Code compression options

A while ago, someone asked me this question about Chez code compression options when building Racket:

Would it be an option to instead turn off compression and keep doing
things as usual?

In theory, this should be possible. I see two significant downsides:

  1. Compiled code would be much larger—maybe twice as big—and, if I
    recall correctly, load times would be worse, too. With the move to
    Racket CS, existing Racket code moved from a world of small and
    cheap bytecode to a world of machine code: the default compression
    settings have been tuned to avoid an unacceptable worsening of
    binary size and load time.

Interesting (I’m curious how load time can be improved by (1) reading
files in memory instead of merely mmap’ing, and (2) decompressing.)

I realized I don't really understand the details, either. Beyond some general recollection that performance tuning was done, I'm not even confident that my characterization of the tradeoffs was exactly right.

I remember some commits around a year ago, e.g. configure and makesfiles: make code compression more configurable · racket/racket@548aca0 · GitHub and cs: compress boot files by default on Windows · racket/racket@4cf538f · GitHub, but I didn't manage just to track down the related discussion I vaguely recall. Also, I had thought there was some compression going on by default on Unix, but the message for 4cf538f suggests that their isn't.

3 Likes

Well, configure --help-cs says:

  --enable-compress       compress compiled code (enabled by default)
  --enable-compressmore   compress compiled code even more
  --enable-compressboot   compress boot files

There are two kinds of code that can be compressed: code in .zo files and code in .boot files. The content of .boot files tends to be embedded in the Racket executable.

Compression of code in .zo files is enabled by default everywhere (except for a few days last week when I had that wrong in the new build system). The --enable-compress flag is about .zo files. Edit: The --enebale-compressmore flag is also about .zo files and covers the metadata that that surrounds machine code.

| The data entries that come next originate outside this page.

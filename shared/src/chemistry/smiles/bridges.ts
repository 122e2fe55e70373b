/** Minimal view of a bond for graph walks: the indices of its two atoms. */
export interface BondEnds {
  readonly from: number;
  readonly to: number;
}

/**
 * Marks the bonds that lie on no ring (bridges of the graph), in time linear in atoms plus bonds.
 * Returns one flag per bond, 1 for a bridge. The depth-first walk keeps its own stack so that long
 * chains cannot overflow the call stack.
 */
// Scratch space reused between calls: allocating typed arrays per molecule costs more than the
// walk itself for drug-sized inputs. Safe because the walk never calls out while using them.
let scratch = new Int32Array(0);

function scratchFor(atomCount: number, bondCount: number): Int32Array {
  // Seven arrays per atom (one of them one longer) and four per bond, as taken below.
  const needed = 7 * atomCount + 1 + 4 * bondCount;
  if (scratch.length < needed) scratch = new Int32Array(Math.max(needed, 2 * scratch.length));
  return scratch;
}

/**
 * Marks the bonds that lie on no ring (bridges of the graph), in time linear in atoms plus bonds.
 * Returns one flag per bond, 1 for a bridge. The depth-first walk keeps its own stack so that long
 * chains cannot overflow the call stack.
 */
export function findBridges(atomCount: number, bonds: readonly BondEnds[]): Uint8Array {
  const bondCount = bonds.length;
  const buffer = scratchFor(atomCount, bondCount);
  let used = 0;
  const take = (size: number): Int32Array => buffer.subarray(used, (used += size));
  const offsets = take(atomCount + 1).fill(0);
  const fill = take(atomCount);
  const discovered = take(atomCount).fill(0); // 0 = not yet visited
  const low = take(atomCount);
  const parentBond = take(atomCount);
  const nextEdge = take(atomCount);
  const stack = take(atomCount);
  const neighbours = take(2 * bondCount);
  const viaBond = take(2 * bondCount);

  for (let b = 0; b < bondCount; b++) {
    offsets[bonds[b].from + 1]++;
    offsets[bonds[b].to + 1]++;
  }
  for (let a = 0; a < atomCount; a++) {
    offsets[a + 1] += offsets[a];
    fill[a] = offsets[a];
  }
  for (let b = 0; b < bondCount; b++) {
    const { from, to } = bonds[b];
    neighbours[fill[from]] = to;
    viaBond[fill[from]++] = b;
    neighbours[fill[to]] = from;
    viaBond[fill[to]++] = b;
  }

  const bridge = new Uint8Array(bondCount);
  let time = 0;
  for (let root = 0; root < atomCount; root++) {
    if (discovered[root] !== 0) continue;
    let depth = 0;
    stack[depth++] = root;
    parentBond[root] = -1;
    discovered[root] = low[root] = ++time;
    nextEdge[root] = offsets[root];
    while (depth > 0) {
      const atom = stack[depth - 1];
      if (nextEdge[atom] < offsets[atom + 1]) {
        const edge = nextEdge[atom]++;
        const neighbour = neighbours[edge];
        if (viaBond[edge] === parentBond[atom]) continue;
        if (discovered[neighbour] === 0) {
          parentBond[neighbour] = viaBond[edge];
          discovered[neighbour] = low[neighbour] = ++time;
          nextEdge[neighbour] = offsets[neighbour];
          stack[depth++] = neighbour;
        } else if (discovered[neighbour] < low[atom]) {
          low[atom] = discovered[neighbour];
        }
      } else {
        depth--;
        if (depth > 0) {
          const parent = stack[depth - 1];
          if (low[atom] < low[parent]) low[parent] = low[atom];
          if (low[atom] > discovered[parent]) bridge[parentBond[atom]] = 1;
        }
      }
    }
  }
  return bridge;
}
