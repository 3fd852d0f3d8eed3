"""The field sections of report.html: the annual statement to the system operator, the relay
work list and the visit order.  Every text from the workbook is escaped (``html.escape``)."""

from __future__ import annotations

import numpy as np

from .. import statement as stm
from ..check import ScenarioChecks
from ..visits import VisitOrder, order_words, visit_order, visit_order_table
from ..worklist import work_list_table
from .html import _table, _td, esc


def statement_section(cs: ScenarioChecks) -> str:
    df = stm.statement_table(cs)
    keys = [k for k, _ in stm.COLUMNS if k not in ("scenario", "made_from", "order")]
    fmts = {"pickup_hz": ".3f", "delay_s": ".3f", "rocof_hz_per_s": ".2f",
            "rocof_arm_hz": ".2f"}
    rows = []
    for r in df.to_dict("records"):
        cells = [f"<td>{esc(r[k])}</td>" if isinstance(r[k], str) else
                 _td(r[k], fmts.get(k, ".2f")) for k in keys]
        rows.append("<tr>" + "".join(cells) + "</tr>")
    return (f'<h2 id="statement">{esc(stm.TITLE)}</h2>'
            f"<p><strong>{esc(stm.CITATION)}.</strong> {esc(stm.EXPLANATION)}</p>"
            f'<p class="statement-basis">{esc(stm.statement_basis(cs))}</p>'
            + _table([stm.LABELS[k] for k in keys], rows)
            + f'<p class="small">{esc(stm.CAUTION)}</p>')


def _setting_cells(r: dict, side: str) -> str:
    return (f"<td>{esc(r[side + '_block'])}</td>{_td(r[side + '_pickup_hz'], '.3f')}"
            f"{_td(r[side + '_delay_s'], '.3f')}{_td(r[side + '_rocof_hz_per_s'], '.2f')}"
            f"{_td(r[side + '_rocof_arm_hz'], '.2f')}")


def _work_list(cs: ScenarioChecks, previous_idx, order: VisitOrder) -> str:
    df = work_list_table(cs, previous_idx, order)
    if df.empty:
        return "<p>No relay changes: every relay keeps the setting it has now.</p>"
    sc = df["mw_scenario"].iloc[0]
    heads = ["visit", "substation(s)", "feeder(s)", "relay kind", "action", "now: block",
             "now: pickup Hz", "now: delay s", "now: RoCoF Hz/s", "now: RoCoF arming Hz",
             "new: block", "new: pickup Hz", "new: delay s", "new: RoCoF Hz/s",
             "new: RoCoF arming Hz", f"MW moved: mean ({sc})",
             "MW moved at the block's lowest share", "time of that lowest share (local)",
             "customers", "priority site"]
    rows = []
    for r in df.to_dict("records"):
        rows.append(f"<tr>{_td(r['visit'], 'd')}<td>{esc(r['substations'])}</td>"
                    f"<td>{esc(r['feeders'])}</td><td>{esc(r['relay'])}</td>"
                    f"<td>{esc(r['action'])}</td>{_setting_cells(r, 'now')}"
                    f"{_setting_cells(r, 'new')}{_td(r['moved_mean_mw'], '.2f')}"
                    f"{_td(r['moved_mw_at_block_lowest'], '.2f')}"
                    f"<td>{esc(r['block_lowest_local_time'])}</td>{_td(r['customers'], 'd')}"
                    f"<td>{esc(r['priority'])}</td></tr>")
    n_sub = len(order.visits)
    return (f"<p>{len(df)} relays at {n_sub} substations change setting, one row per relay "
            "(a trip group is one relay: its row lists every feeder it trips). Rows are in "
            "visit order. 'disarm' takes the relay's UFLS trip out of the scheme. MW moved: "
            f"the relay's tripped MW in scenario {esc(sc)}, as the mean over the year and at "
            "the interval of the lowest share of the block it goes to (for disarm: the block "
            "it leaves). The workbook's work_list sheet has sign-off columns and prints on "
            "one page wide.</p>" + _table(heads, rows))


def _visit_order(order: VisitOrder) -> str:
    df = visit_order_table(order)
    heads = ["visit", "substation", "relays", "feeders", "worst violation after it pp",
             "least room pp", "scenario", "block", "band edge", "local time", "status",
             "over the limit by pp"]
    rows = []
    for r in df.to_dict("records"):
        cls = "bad" if r["status"] == "breaks the band" else "good" if r["status"] == \
            "in band" else ""
        rows.append(f"<tr>{_td(r['visit'], 'd')}<td>{esc(r['substation'])}</td>"
                    f"{_td(r['relays'], 'd')}{_td(r['feeders'], 'd')}"
                    f"{_td(r['worst_violation_pp'], '.2f')}{_td(r['least_room_pp'], '+.2f')}"
                    f"<td>{esc(r['scenario'])}</td><td>{esc(r['block'])}</td>"
                    f"<td>{esc(r['band_edge'])}</td><td>{esc(r['local_time'])}</td>"
                    f'<td class="{cls}">{esc(r["status"])}</td>'
                    f"{_td(r['excess_over_limit_pp'], '.2f')}</tr>")
    return (f'<p class="visit-words">{esc(order_words(order))}</p>'
            f"<p>Limit: {order.limit_pp:.2f} pp (the worst violation of the allocation in "
            "service now, or 0 when it is in band). Visit 0 is the network as it is now. "
            "The order is judged on the scenarios named only.</p>" + _table(heads, rows))


def work_sections(cs: ScenarioChecks, previous_idx: np.ndarray | None) -> str:
    """The relay work list and the visit order (or why there are none)."""
    out = ['<h2 id="work-list">Relay work list (field work list)</h2>']
    if previous_idx is None:
        return out[0] + ("<p>No relay changes: this report checks the allocation in service "
                         "now.</p>")
    order = visit_order(cs, previous_idx)
    out.append(_work_list(cs, previous_idx, order))
    if order.visits:
        out += ['<h2 id="visit-order">Visit order</h2>', _visit_order(order)]
    return "".join(out)
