def _windows_caption(n_all: int) -> str:
    """The timeline's caption, right for no window, one window and many."""
    where = ("Each row names the scenario, the block, the local date and time, the duration "
             "and the MWh outside the band; the full list is in the windows table and on the "
             "workbook's windows sheet.")
    if n_all == 0:
        return ("No run of consecutive intervals lies outside any block's band in any "
                "scenario, so the timeline is empty.")
    if n_all == 1:
        head = "The one run of consecutive intervals outside a block's band"
    elif n_all <= TOP_WINDOWS:
        head = f"All {n_all} runs of consecutive intervals outside a block's band"
    else:
        head = (f"The {TOP_WINDOWS} runs of consecutive intervals outside a block's band with "
                f"the most energy outside it (of {n_all} in all)")
    return (head + ", placed on the year (windows of a scenario in another calendar year at "
            "the same date and time). " + where)


# --------------------------------------------------------------------------------------------
# visit order: the worst violation after each substation visit
# --------------------------------------------------------------------------------------------
def visit_order_size(n_visits: int) -> tuple[float, float]:
    return _snap(min(4.0 + 0.6 * n_visits, 11.0), 4.5)


def visit_order_figure(order) -> tuple[Figure, str, str]:
    """Worst band violation over every scenario (pp) now and after each visit of
    ``order`` (an :class:`allocator.field.visits.VisitOrder`), with 0 (every block in band) and
    the level of the allocation in service now marked; visits that break the band in
    vermilion with a cross."""
    steps = order.steps
    x = np.arange(len(steps))
    y = np.array([s.worst_violation_pp for s in steps])
    fig = _new(visit_order_size(len(order.visits)))
    ax = fig.add_subplot()
    ax.axhline(0.0, color=palette.GREEN, lw=1.2, ls="solid", label="0: every block in band")
    ax.axhline(order.limit_pp, color=palette.BEFORE, lw=1.2, ls=(0, (4, 2)),
               label=f"allocation in service now: {order.limit_pp:.2f} pp")
    ax.plot(x, y, color=palette.INK, lw=1.4, marker="o", ms=5, label="after the visit")
    bad = np.array([order.excess_pp(s) > 1e-9 for s in steps])
    if bad.any():
        ax.plot(x[bad], y[bad], ls="none", marker="X", ms=10, color=palette.BELOW,
                mec=palette.INK, mew=0.6, label="breaks the band")
    ax.set_xticks(x)
    ax.set_xticklabels(["now"] + [f"{s.visit}\n{s.substation}" for s in steps[1:]],
                       fontsize=7.5, rotation=0 if len(steps) <= 8 else 45)
    ax.set_xlabel("visit")
    ax.set_ylabel("worst violation over every scenario (pp)")
    top = max(float(y.max()), order.limit_pp, 0.1)
    ax.set_ylim(-0.05 * top, 1.15 * top)
    fig.legend(*ax.get_legend_handles_labels(), loc="outside lower center", ncols=4)
    ax.set_title(f"Worst distance outside a band after each visit ({', '.join(order.scenarios)})",
                 loc="left")
    title = "Visit order: worst violation after each visit"
    caption = ("The worst distance outside any block's band, over every interval of every "
               "scenario judged, with the relay changes of the visits so far done and the "
               "rest as in service now. The green line is 0 (every block in band), the grey "
               "dashed line the allocation in service now; a visit keeps the band when its "
               "point is on or under the higher of the two. A vermilion cross marks a visit "
               "that breaks it.")
    return fig, title, caption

Boot files that implement Racket CS ("petite.boot" + "scheme.boot" + "racket.boot") are compressed on Windows and not on other platforms. That is, the --enable-compressboot default varies.

1 Like

Thanks!

For .zo files, is it also a time-for-space tradeoff, or does loading .zo files involve, say, copying, such that mmap wouldn't help much anyway?

Can Racket CS use .zo files compiled by a Racket that was configured with a different option for --enable-compress and/or --enable-compressmore?

Compression is a clear win for machine code in .zo files due to the way that it's instantiated on demand. Some machine code that has not yet been demanded can stay compressed in memory.

Since metadata is needed immediately when loading, compression doesn't help reduce its memory footprint. That part is a tradeoff in file size and bytes to load versus time to decompress. Filesystem caches tend to make the loading part fast enough that decompression time dominates.

The --enable-compress and --enable-compressmode flags affect only how .zo files are created by default, and any build can use both compressed and uncompressed files. Also, there are environment variables like PLT_LINKLET_COMPRESS and PLT_LINKLET_COMPRESS_DATA that override the build-time default, although I see that the environment variables not currently documented.

1 Like

There's one aspect of this I'm still not sure I understand: What makes compression pay off for machine code in .zo files that isn't true of ordinary .so/.dylib/.dll files?

My vague impression has been that system dynamic linkers/loaders work differently than Racket CS's, and some difference—this is where things get especially handwavy, but something to do with garbage collection or the distinction between loading and instantiation or something—means that Racket CS has to do more work that mmaping the file.

Aside from not being sure if that's right, I also wonder if part of the answer is that compression could in fact be useful for ordinary ELF etc., too. I've used filesystem-level compression with ZFS and BTRFS, and, on a recent Debian installation, for example, /usr/bin and /usr/lib compress down to about 40% of their uncompressed size.